実は、ここに平均値の落とし穴があります。

1.簡単なモデルを作って考えてみる

話を簡単にするために、社員は5人だけとします(絵1)。

A社は
社長
部長
課長
係長
平社員

悪評のあるB社も
社長
部長
課長
係長
平社員

この人たちの平均年収は
A社は600万円
B社は600万円
です。

ここまでは全く同じですね。

ところが個人個人の年収は(絵2)

A社
社長800万円
部長600万円
課長600万円
係長600万円
平社員400万円

B社
社長2350万円
部長250万円
課長150万円
係長150万円
平社員100万円

でした。どちらも年収総額は3000万円、5人で割れば平均年収は600万円です。もしあなたがB社に就職したとしても、社長にならない限りA社の平社員の給料に追いつきません。B社が一族経営でしたらあなたが社長になる可能性はゼロです。

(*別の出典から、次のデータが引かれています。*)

"""The command line: a thin layer over the public API (see ARCHITECTURE's command-line contract)."""

from __future__ import annotations

import argparse
import contextlib
import json
import os
import re
import sys
from pathlib import Path
from typing import Any, Callable

# numpy's OpenBLAS starts a pool of threads when numpy loads, and they spin for a while: about
# 0.1 s of CPU in every command on this 2-core machine. The harness's linear algebra is on
# matrices of a few rows (circuit solves, small fits), where one thread is as fast, so the pool
# is kept to one thread unless the user's environment says otherwise. Set before numpy loads.
os.environ.setdefault("OPENBLAS_NUM_THREADS", "1")

from harness.common.errors import HarnessError, InputError, UsageError


def _floats(text: str) -> list[float]:
    try:
        values = [float(v) for v in text.split(",") if v.strip()]
    except ValueError as exc:
        raise argparse.ArgumentTypeError(f"'{text}' is not a comma-separated list of numbers") from exc
    if not values:
        raise argparse.ArgumentTypeError("the list is empty")
    return values


def _scale(text: str) -> float:
    try:
        value = float(text)
    except ValueError as exc:
        raise argparse.ArgumentTypeError(f"'{text}' is not a number") from exc
    if not 0 < value <= 10000:
        raise argparse.ArgumentTypeError("the time scale must be above 0 and at most 10000")
    return value


def _count(text: str) -> int:
    try:
        value = int(text)
    except ValueError as exc:
        raise argparse.ArgumentTypeError(f"'{text}' is not a whole number") from exc
    if not 1 <= value <= 100_000_000:
        raise argparse.ArgumentTypeError("give a whole number from 1 to 100000000")
    return value
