# Host jitter does not scale with the simulated bay's clock: a reading counts as late only past
# this many real seconds as well as past the station's bay-time threshold. A simulated bay's
# replies come from this same busy host, so there only a stall as long as a stuck process's
# counts (the floor of the other guards); a real bay keeps the short floor.
LATE_FLOOR_REAL_S = 0.25
SIMULATED_LATE_FLOOR_REAL_S = 2.0
RANGE_HEADROOM = 1.3  # range chosen for 130 % of the reading: room for drift below the overload point
# The analyser inputs whose overload can stand for a reading beyond a limit (see Run.read).
_OVERLOADED = {"u_rms": "voltage", "u_mean": "voltage", "i_rms": "current"}
_UNIT = {"voltage": "V", "current": "A"}


STANDING_OUT = 1.5  # a line current this many times the others' mean is the phase a protection saw


def _standing_out(samples: list[Sample]) -> tuple[str | None, str]:
    """The phase whose line current stood far above the others in the last readings before the
    source switched itself off (a shorted turn on one limb, say), and a clause saying so; none
    when the currents were alike (the protection cannot then be put on one phase)."""
    if not samples or len(samples[0].phases) != 3:
        return None, ""
    last = max(samples, key=lambda s: max(ph.i_rms for ph in s.phases))
    currents = [ph.i_rms for ph in last.phases]
    top = max(range(3), key=lambda k: currents[k])
    others = (sum(currents) - currents[top]) / 2
    if others <= 0 or currents[top] < STANDING_OUT * others:
        return None, ""
    listed = ", ".join(f"{i:.4g}" for i in currents)
    return f"L{top + 1}", f"; the line currents before it were {listed} A: phase L{top + 1} stood out"


@dataclass
class MeasuredReading:
    """The averaged result of a measure step: what the record is built from."""
    test: str
    label: str
    step: int
    winding: str
    count: int
    mean: dict[str, float]
    std: dict[str, float]
    stable: bool
    winding_temperature: float | None
    target_pct: float | None = None
    ranges: tuple[float, float] | None = None
    """The analyser ranges requested for the reading (V, A at its inputs); it uses the smallest that holds them."""
    core_temperature: float | None = None
    """No-load readings: the oil temperature during the reading (else the last one read before),
    taken as the core temperature (IEEE corrects the no-load loss to 20 degC with it)."""
    phase_mean: tuple[dict[str, float], ...] = ()
    phase_std: tuple[dict[str, float], ...] = ()
    """Per phase (channel) of a three-phase reading: the same statistics as ``mean``/``std``."""

    @property
    def phases(self) -> int:
        return len(self.phase_mean) or 1

    def per_phase(self, quantity: str, statistic: str = "mean") -> float | list[float]:
        """One value (single-phase) or the three phases' values, as the record takes them."""
        table = self.phase_mean if statistic == "mean" else self.phase_std
        whole = self.mean if statistic == "mean" else self.std
        return [row[quantity] for row in table] if len(table) == 3 else whole[quantity]
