# -- the motion, sampled -----------------------------------------------------------------------

def sample_motion(sp: StationProfile, alignment: Alignment, max_step_m: float = MAX_STEP_M):
    """Samples of the motion (module docstring): step index, distance into the step, station,
    speed and acceleration.

    Every step is sampled at both ends, at least every ``max_step_m`` and at every element
    joint inside it.
    """
    s = sp.station_m
    ds = np.diff(s)
    m = np.ceil(ds / max_step_m).astype(int)
    k = np.repeat(np.arange(ds.size), m + 1)
    first = np.concatenate(([0], np.cumsum(m + 1)[:-1]))
    frac = (np.arange(k.size) - np.repeat(first, m + 1)) / np.repeat(m, m + 1)
    d = frac * ds[k]
    station = s[k] + d
    joints = alignment.breakpoints_m
    kj = np.searchsorted(s, joints, side="right") - 1
    inside = (kj >= 0) & (kj < ds.size)
    k = np.concatenate((k, kj[inside]))
    d = np.concatenate((d, joints[inside] - s[kj[inside]]))
    station = np.concatenate((station, joints[inside]))   # exactly on the joint
    _, v, a = state_at_distance(sp, k, d)
    return k, d, station, v, a


def road_at_samples(alignment: Alignment, station_m, d, ds):
    """Exact curvature (1/m) and curvature rate (1/m^2) on both sides of each sample.

    Returns ``(kappa_before, rate_before), (kappa_after, rate_after)``; they differ only at an
    element joint. A sample at the end of a step (``d == ds``) belongs to that step, so both
    sides are the road just before it; at the start of a step (``d == 0``) both are the road
    just after it: the acceleration changes at a profile row, and a joint on a row is driven
    with the acceleration of the step on its own side.
    """
    starts = element_table(alignment)[0]
    last = starts.size - 2
    i_before = np.clip(np.searchsorted(starts, station_m, side="left") - 1, 0, last)
    i_after = np.clip(np.searchsorted(starts, station_m, side="right") - 1, 0, last)
    i_before = np.where(d <= 0.0, i_after, i_before)
    i_after = np.where(d >= ds, i_before, i_after)
    return [curvature_in(alignment, station_m, i) for i in (i_before, i_after)]


def profile_jerk(sp: StationProfile) -> tuple[np.ndarray, np.ndarray]:
    """Jerk (m/s^3) between consecutive acceleration instants and the node of each (module
    docstring: the profile's accelerations read as linear in time between their instants; a
    step next to rest is a jerk ramp, then constant acceleration, as export drives it, and the
    change of acceleration at its moving node a ramp symmetric about the node over the smaller
    of twice the constant part and the neighbouring step's time, as the planner's jerk bound
    reads it (docs/method.md); a step a launch's ramp spans, ``linear_accel``, is constant
    jerk, read at both ends; a step inside which the jerk switches, ``accel_turn`` and the
    other kinds of :mod:`curvespeed.jerk_switch`, is read at both ends and at the switch)."""
    from curvespeed import jerk_switch, rest_step

    t = sp.node_time_s
    T = sp.step_time_s
    a = sp.step_accel_mps2
    rest = sp.rest_step
    v = sp.speed_mps
    ds = np.diff(sp.station_m)
    times, values, nodes = [], [], []
    turns = sp.switch_shapes
    for k in range(T.size):
        if rest[k]:
            u = float(rest_step.shape_from_time_coef(sp.rest_time_coef[k]))
            leaving = v[k] <= 0.0
            moving = v[k + 1] if leaving else v[k]
            ramp = float(rest_step.ramp_time(u, moving, ds[k]))
            flat = float(rest_step.accel_factor(u)) * moving * moving / (2.0 * ds[k])
            # the change at the moving node: a ramp symmetric about it over the flat part and
            # the neighbouring step's half, whichever is shorter (docs/method.md)
            nb = k + 1 if leaving else k - 1
            plain_nb = 0 <= nb < T.size and not rest[nb] and not sp.linear_step[nb]
            h = min(T[k] - ramp, 0.5 * T[nb]) if 0 <= nb < T.size else T[k] - ramp
            if leaving:
                times += [t[k], t[k] + ramp, t[k + 1] - h]
                values += [0.0, flat, flat]
                nodes += [k, k, k + 1]
                if plain_nb and h < 0.5 * T[nb]:      # the next step's value from there on
                    times.append(t[k + 1] + h), values.append(a[nb]), nodes.append(k + 1)
            else:
                if plain_nb and h < 0.5 * T[nb]:      # the previous step's value up to there
                    times.append(t[k] - h), values.append(a[nb]), nodes.append(k)
                times += [t[k] + h, t[k + 1] - ramp, t[k + 1]]
                values += [-flat, -flat, 0.0]
                nodes += [k, k, k + 1]
        elif turns is not None and sp.switch_step[k]:   # its start, switches and end
            at, value = jerk_switch.accel_points(turns, np.array([k]), np.array([T[k]]))
            keep = np.concatenate(([True], np.diff(at[0]) > 0.0))  # a piece lasting nothing
            times += (t[k] + at[0][keep]).tolist()
            values += value[0][keep].tolist()
            nodes += [k] * (int(keep.sum()) - 1) + [k + 1]
        elif sp.linear_step[k]:     # constant jerk: its two ends' values
            a0, jerk = rest_step.linear_accel_step(ds[k], v[k], v[k + 1], T[k])
            times += [t[k], t[k + 1]]
            values += [float(a0), float(a0 + jerk * T[k])]
            nodes += [k, k + 1]
        else:
            times.append(t[k] + 0.5 * T[k])
            values.append(a[k])
            nodes.append(k)
    if not rest[0]:
        times.insert(0, 0.0), values.insert(0, 0.0), nodes.insert(0, 0)
    if not rest[-1]:
        times.append(t[-1]), values.append(0.0), nodes.append(T.size)
    times, values, nodes = np.array(times), np.array(values), np.array(nodes)
    dt, da = np.diff(times), np.diff(values)
    keep = dt > 0.0            # an arrival at rest and the departure after it share an instant
    return da[keep] / dt[keep], nodes[1:][keep]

平均値だけではなぜB社の評判が悪いかは分かりません。それは、平均値は一つの極端な値によって影響を受けるからです。これが平均値の最大の欠点です。平均値が信用できるのは値の広がりが富士山のように上下左右均等に広がっている場合(正規分布)に限られます(絵3)。

2.もっと分かりやすい表現を考える

それでは平均値以外で年収を表す方法を考えてみます。

最も確実なのは生のデータを示すことです。ですが、5例くらいなら可能でしょうが、これが何千、何万となると書く人も大変ですし、見る人もいなくなります。
そこで、昔の偉い人たちは考えました。

1)中央値(絵4)
一連の値を大きい順に並べます。その真ん中の人の値が中央値です。

例の2社の場合は

A社
600万円

B社
200万円

これなら、A社の方がいい給料をもらえるのが分かるでしょう。中央値は極端な値を無視できるので、差の激しい群を代表させる時に使います。

2)最頻値(絵5)
一連の値のうち、最も良く出現する値のことを言います。

A社
3人が600万円

B社
2人が150万円

これを見ると、A社は裕福な人が多く、B社は貧乏な人が多いことが分かります。集団の性質を知る有力な情報となります。

2)最大値と最小値(絵6)

読んだ通りの値です。

A社
最大値:800万円
最小値:400万円

B社
最大値:2350万円
最小値:100万円

最大値・最小値をみると、A社は日本型もしくは公務員(平等)型、B社はアメリカ型もしくは成果主義型だと分かります。どちらを選ぶかはあなたの価値観次第です。

3.日本全体の年収では

2009年の統計では、平均年収は549万円、中央値は438万円です。最頻値は200万から300万円です。最小値は当然0円ですが、最大値は所得番付が発表されていないので分かりません。
中央値より平均値が高いのは、所得が低い人が多く、所得が高くなるに連れて人数が減っていく、岩手山のような分布になっているからです。

4.答

面接では、初任給や手当ての内容を聞いてみましょう。平均値が分かっていればそれでおおよその給与体系は想像できます。

5.まとめ

・平均値が信用できるのは富士山のようなデータの時だけ。
・平均値以外にも集団の性質を示す値がある。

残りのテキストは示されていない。